Aim of the exercise:
Using the records that follow, tally the lines containing the word "TableScroll" and state only the count.

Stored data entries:

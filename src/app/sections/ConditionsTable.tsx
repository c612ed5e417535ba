import { labelOf } from "../../core/catalogue.ts";
import type { Criterion } from "../../core/decayArgument.ts";
import type { Quantity } from "../../core/quantity.ts";
import { unitOf } from "../../core/unitText.ts";
import { arguedOf } from "../../figures/arguedOf.ts";
import type { FigureTable } from "../../figures/figureSpec.ts";
import { formatPosition, formatRange, withUnit } from "../../figures/formatNumber.ts";
import { positionDecimals } from "../../figures/positionDecimals.ts";
import { endsOf } from "../../figures/stationPoints.ts";
import type { CaseView } from "../session/caseView.ts";
import { CaseMark } from "./CaseMark.tsx";
import { cellKeys } from "./cellKeys.ts";
import { Definition } from "./Definition.tsx";
import { NumberButton } from "./NumberButton.tsx";
import { RichText } from "./RichText.tsx";
import { SymbolText } from "./SymbolText.tsx";
import { TableSave } from "./TableSave.tsx";
import { TableScroll } from "./TableScroll.tsx";

const sides = { start: "the start", end: "the end" } as const;
type Side = keyof typeof sides;

/** Conditions that physics puts on the ends of a window, each in both readings, before any fit. */
export function ConditionsTable({ cases }: { cases: readonly CaseView[] }) {
  const { along, units } = cases[0];
  const unit = unitOf(along === "t" ? "T" : "L", units);
  return (
    <>
      <TableScroll label="Conditions on the ends of the window">
        <table className="data dense" {...cellKeys}>
          <thead>
            <tr>
              <th scope="col" className="text">
                Asked by physics of the window’s ends
              </th>
              {["no interval contradicts it", "every interval lies inside"].map((words) => (
                <th scope="colgroup" colSpan={2} key={words}>
                  <Definition of="condition_place">
                    {words}, <SymbolText runs={labelOf(along === "t" ? "t" : "x").symbol} />
                    {unit !== "" && ` (${unit})`}
                  </Definition>
                </th>
              ))}
            </tr>
          </thead>
          {cases.map((view) => (
            <CaseRows view={view} key={view.id} />
          ))}
        </table>
      </TableScroll>
      <TableSave name="window-conditions" table={() => conditionsTable(cases)} />
    </>
  );
}

function CaseRows({ view }: { view: CaseView }) {
  const scan = arguedOf(view)?.argument.scan;
  if (scan === undefined) return null;
  return (
    <tbody>
      <tr>
        <th scope="rowgroup" colSpan={5}>
          <CaseMark mark={view.mark} /> {view.name}
        </th>
      </tr>
      {(["start", "end"] as const).flatMap((side) =>
        scan[side].map((criterion) => (
          <tr key={side + criterion.key}>
            <th scope="row" className="text">
              {sides[side]}: <RichText text={criterion.words} />
            </th>
            <PlaceCells view={view} side={side} criterion={criterion} place={criterion.notContradicted} />
            <PlaceCells view={view} side={side} criterion={criterion} place={criterion.inside} />
          </tr>
        )),
      )}
    </tbody>
  );
}

function PlaceCells({
  view,
  side,
  criterion,
  place,
}: {
  view: CaseView;
  side: Side;
  criterion: Criterion;
  place: Quantity;
}) {
  if (place.value === null)
    return (
      <td className="why" colSpan={2}>
        <RichText text={place.why} />
      </td>
    );
  const decimals = positionDecimals(view.stations.map(({ x }) => x));
  const unit = unitOf(view.along === "t" ? "T" : "L", view.units);
  const { low, high, why_low } = place;
  const interval = low === null || high === null || low === high ? null : formatRange(low, high, decimals);
  const none =
    low !== null && low === high ? "all stations drawn anew by their errors gave this place" : why_low;
  const text = `${side === "start" ? "from" : "up to"} ${formatPosition(place.value)}`;
  return (
    <>
      <td title={String(place.value)}>
        <NumberButton
          cell
          of="condition_place"
          quantity={place}
          at={{
            kind: "page",
            view,
            shown: `${withUnit(formatPosition(place.value), unit)}${interval === null ? "" : ` (${interval})`}`,
            rows: [
              ["asked", criterion.words],
              ...(interval === null && none !== undefined ? [["interval", none] as const] : []),
            ],
          }}
        >
          {text}
        </NumberButton>
      </td>
      <td className="pm">{interval ?? "–"}</td>
    </>
  );
}

function conditionsTable(cases: readonly CaseView[]): FigureTable {
  const numbers = (place: Quantity) => {
    const { value, low, high } = endsOf(place);
    return [value, low, high, place.value === null ? place.why : null];
  };
  const heads = (name: string) => [name, `${name}_low`, `${name}_high`, `${name}_why`];
  return {
    heading: ["case", "end", "condition", ...heads("not_contradicted"), ...heads("inside")],
    rows: cases.flatMap((view) => {
      const scan = arguedOf(view)?.argument.scan;
      return (["start", "end"] as const).flatMap((side) =>
        (scan?.[side] ?? []).map(({ words, notContradicted, inside }) => [
          ...[view.name, side, words, ...numbers(notContradicted), ...numbers(inside)],
        ]),
      );
    }),
  };
}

Completed task:
3